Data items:
※ ※ ※
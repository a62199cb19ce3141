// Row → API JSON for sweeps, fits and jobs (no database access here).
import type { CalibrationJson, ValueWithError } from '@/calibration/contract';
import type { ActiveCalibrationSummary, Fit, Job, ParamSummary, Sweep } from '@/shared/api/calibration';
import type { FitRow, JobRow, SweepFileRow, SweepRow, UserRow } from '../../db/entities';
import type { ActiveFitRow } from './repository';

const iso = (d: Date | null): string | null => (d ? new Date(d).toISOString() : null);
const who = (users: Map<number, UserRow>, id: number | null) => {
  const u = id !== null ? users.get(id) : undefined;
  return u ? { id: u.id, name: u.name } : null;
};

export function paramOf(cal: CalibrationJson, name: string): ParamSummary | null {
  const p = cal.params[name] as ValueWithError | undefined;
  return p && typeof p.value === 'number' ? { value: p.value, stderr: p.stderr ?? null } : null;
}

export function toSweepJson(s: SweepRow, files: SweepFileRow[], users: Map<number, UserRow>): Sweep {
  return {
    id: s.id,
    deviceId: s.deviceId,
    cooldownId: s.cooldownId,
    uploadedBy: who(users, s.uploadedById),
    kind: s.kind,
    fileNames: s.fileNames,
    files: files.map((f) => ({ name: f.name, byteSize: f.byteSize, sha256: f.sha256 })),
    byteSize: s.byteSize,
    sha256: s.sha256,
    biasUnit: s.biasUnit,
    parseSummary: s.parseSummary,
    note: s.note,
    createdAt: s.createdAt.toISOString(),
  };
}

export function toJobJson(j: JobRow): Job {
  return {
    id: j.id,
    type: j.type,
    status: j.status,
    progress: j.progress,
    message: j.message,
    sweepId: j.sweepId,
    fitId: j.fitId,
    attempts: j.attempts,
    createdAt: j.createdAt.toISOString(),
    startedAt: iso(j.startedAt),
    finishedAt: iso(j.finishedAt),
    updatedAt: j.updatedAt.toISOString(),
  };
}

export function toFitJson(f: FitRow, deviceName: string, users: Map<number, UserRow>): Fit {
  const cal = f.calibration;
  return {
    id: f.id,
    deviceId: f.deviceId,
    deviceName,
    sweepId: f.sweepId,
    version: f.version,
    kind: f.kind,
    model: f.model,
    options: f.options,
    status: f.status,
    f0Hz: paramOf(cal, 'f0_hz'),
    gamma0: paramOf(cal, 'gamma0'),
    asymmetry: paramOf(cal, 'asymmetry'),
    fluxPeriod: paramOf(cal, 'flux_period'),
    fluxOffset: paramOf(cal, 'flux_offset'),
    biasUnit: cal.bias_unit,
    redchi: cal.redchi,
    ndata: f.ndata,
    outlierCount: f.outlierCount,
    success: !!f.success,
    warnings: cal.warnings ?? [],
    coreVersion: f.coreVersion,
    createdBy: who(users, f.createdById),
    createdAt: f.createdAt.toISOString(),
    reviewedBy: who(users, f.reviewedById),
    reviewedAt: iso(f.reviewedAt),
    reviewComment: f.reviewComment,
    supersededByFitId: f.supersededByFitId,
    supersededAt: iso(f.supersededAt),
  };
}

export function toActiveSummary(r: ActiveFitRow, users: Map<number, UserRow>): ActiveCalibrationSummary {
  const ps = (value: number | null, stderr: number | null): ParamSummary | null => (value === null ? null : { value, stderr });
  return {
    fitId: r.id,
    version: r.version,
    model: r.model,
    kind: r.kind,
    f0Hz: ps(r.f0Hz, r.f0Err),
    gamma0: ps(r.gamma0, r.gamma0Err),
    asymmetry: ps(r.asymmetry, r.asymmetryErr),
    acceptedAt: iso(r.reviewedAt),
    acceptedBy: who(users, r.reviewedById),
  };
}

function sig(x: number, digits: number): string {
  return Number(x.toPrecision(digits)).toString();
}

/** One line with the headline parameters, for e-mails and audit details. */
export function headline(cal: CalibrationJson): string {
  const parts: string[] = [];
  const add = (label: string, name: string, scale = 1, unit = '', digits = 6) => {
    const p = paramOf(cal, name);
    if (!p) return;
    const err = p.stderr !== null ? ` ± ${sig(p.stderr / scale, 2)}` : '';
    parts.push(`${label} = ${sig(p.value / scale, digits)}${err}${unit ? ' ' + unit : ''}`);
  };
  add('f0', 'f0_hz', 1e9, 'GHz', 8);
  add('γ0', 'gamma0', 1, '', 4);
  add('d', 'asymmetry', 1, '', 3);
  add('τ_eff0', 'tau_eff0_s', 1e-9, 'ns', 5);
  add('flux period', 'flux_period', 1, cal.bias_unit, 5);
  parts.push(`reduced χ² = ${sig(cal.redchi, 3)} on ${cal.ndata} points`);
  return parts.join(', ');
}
※ ※ ※
_WORK REQUEST:_ For this exercise, write all the records out again exactly.

_TASK OUTPUT:_
repository a62199cb19ce3141
// Row → API JSON for sweeps, fits and jobs (no database access here).
import type { CalibrationJson, ValueWithError } from '@/calibration/contract';
import type { ActiveCalibrationSummary, Fit, Job, ParamSummary, Sweep } from '@/shared/api/calibration';
import type { FitRow, JobRow, SweepFileRow, SweepRow, UserRow } from '../../db/entities';
import type { ActiveFitRow } from './repository';

const iso = (d: Date | null): string | null => (d ? new Date(d).toISOString() : null);
const who = (users: Map<number, UserRow>, id: number | null) => {
  const u = id !== null ? users.get(id) : undefined;
  return u ? { id: u.id, name: u.name } : null;
};

export function paramOf(cal: CalibrationJson, name: string): ParamSummary | null {
  const p = cal.params[name] as ValueWithError | undefined;
  return p && typeof p.value === 'number' ? { value: p.value, stderr: p.stderr ?? null } : null;
}

export function toSweepJson(s: SweepRow, files: SweepFileRow[], users: Map<number, UserRow>): Sweep {
  return {
    id: s.id,
    deviceId: s.deviceId,
    cooldownId: s.cooldownId,
    uploadedBy: who(users, s.uploadedById),
    kind: s.kind,
    fileNames: s.fileNames,
    files: files.map((f) => ({ name: f.name, byteSize: f.byteSize, sha256: f.sha256 })),
    byteSize: s.byteSize,
    sha256: s.sha256,
    biasUnit: s.biasUnit,
    parseSummary: s.parseSummary,
    note: s.note,
    createdAt: s.createdAt.toISOString(),
  };
}

export function toJobJson(j: JobRow): Job {
  return {
    id: j.id,
    type: j.type,
    status: j.status,
    progress: j.progress,
    message: j.message,
    sweepId: j.sweepId,
    fitId: j.fitId,
    attempts: j.attempts,
    createdAt: j.createdAt.toISOString(),
    startedAt: iso(j.startedAt),
    finishedAt: iso(j.finishedAt),
    updatedAt: j.updatedAt.toISOString(),
  };
}

export function toFitJson(f: FitRow, deviceName: string, users: Map<number, UserRow>): Fit {
  const cal = f.calibration;
  return {
    id: f.id,
    deviceId: f.deviceId,
    deviceName,
    sweepId: f.sweepId,
    version: f.version,
    kind: f.kind,
    model: f.model,
    options: f.options,
    status: f.status,
    f0Hz: paramOf(cal, 'f0_hz'),
    gamma0: paramOf(cal, 'gamma0'),
    asymmetry: paramOf(cal, 'asymmetry'),
    fluxPeriod: paramOf(cal, 'flux_period'),
    fluxOffset: paramOf(cal, 'flux_offset'),
    biasUnit: cal.bias_unit,
    redchi: cal.redchi,
    ndata: f.ndata,
    outlierCount: f.outlierCount,
    success: !!f.success,
    warnings: cal.warnings ?? [],
    coreVersion: f.coreVersion,
    createdBy: who(users, f.createdById),
    createdAt: f.createdAt.toISOString(),
    reviewedBy: who(users, f.reviewedById),
    reviewedAt: iso(f.reviewedAt),
    reviewComment: f.reviewComment,
    supersededByFitId: f.supersededByFitId,
    supersededAt: iso(f.supersededAt),
  };
}

export function toActiveSummary(r: ActiveFitRow, users: Map<number, UserRow>): ActiveCalibrationSummary {
  const ps = (value: number | null, stderr: number | null): ParamSummary | null => (value === null ? null : { value, stderr });
  return {
    fitId: r.id,
    version: r.version,
    model: r.model,
    kind: r.kind,
    f0Hz: ps(r.f0Hz, r.f0Err),
    gamma0: ps(r.gamma0, r.gamma0Err),
    asymmetry: ps(r.asymmetry, r.asymmetryErr),
    acceptedAt: iso(r.reviewedAt),
    acceptedBy: who(users, r.reviewedById),
  };
}

function sig(x: number, digits: number): string {
  return Number(x.toPrecision(digits)).toString();
}

/** One line with the headline parameters, for e-mails and audit details. */
export function headline(cal: CalibrationJson): string {
  const parts: string[] = [];
  const add = (label: string, name: string, scale = 1, unit = '', digits = 6) => {
    const p = paramOf(cal, name);
    if (!p) return;
    const err = p.stderr !== null ? ` ± ${sig(p.stderr / scale, 2)}` : '';
    parts.push(`${label} = ${sig(p.value / scale, digits)}${err}${unit ? ' ' + unit : ''}`);
  };
  add('f0', 'f0_hz', 1e9, 'GHz', 8);
  add('γ0', 'gamma0', 1, '', 4);
  add('d', 'asymmetry', 1, '', 3);
  add('τ_eff0', 'tau_eff0_s', 1e-9, 'ns', 5);
  add('flux period', 'flux_period', 1, cal.bias_unit, 5);
  parts.push(`reduced χ² = ${sig(cal.redchi, 3)} on ${cal.ndata} points`);
  return parts.join(', ');
}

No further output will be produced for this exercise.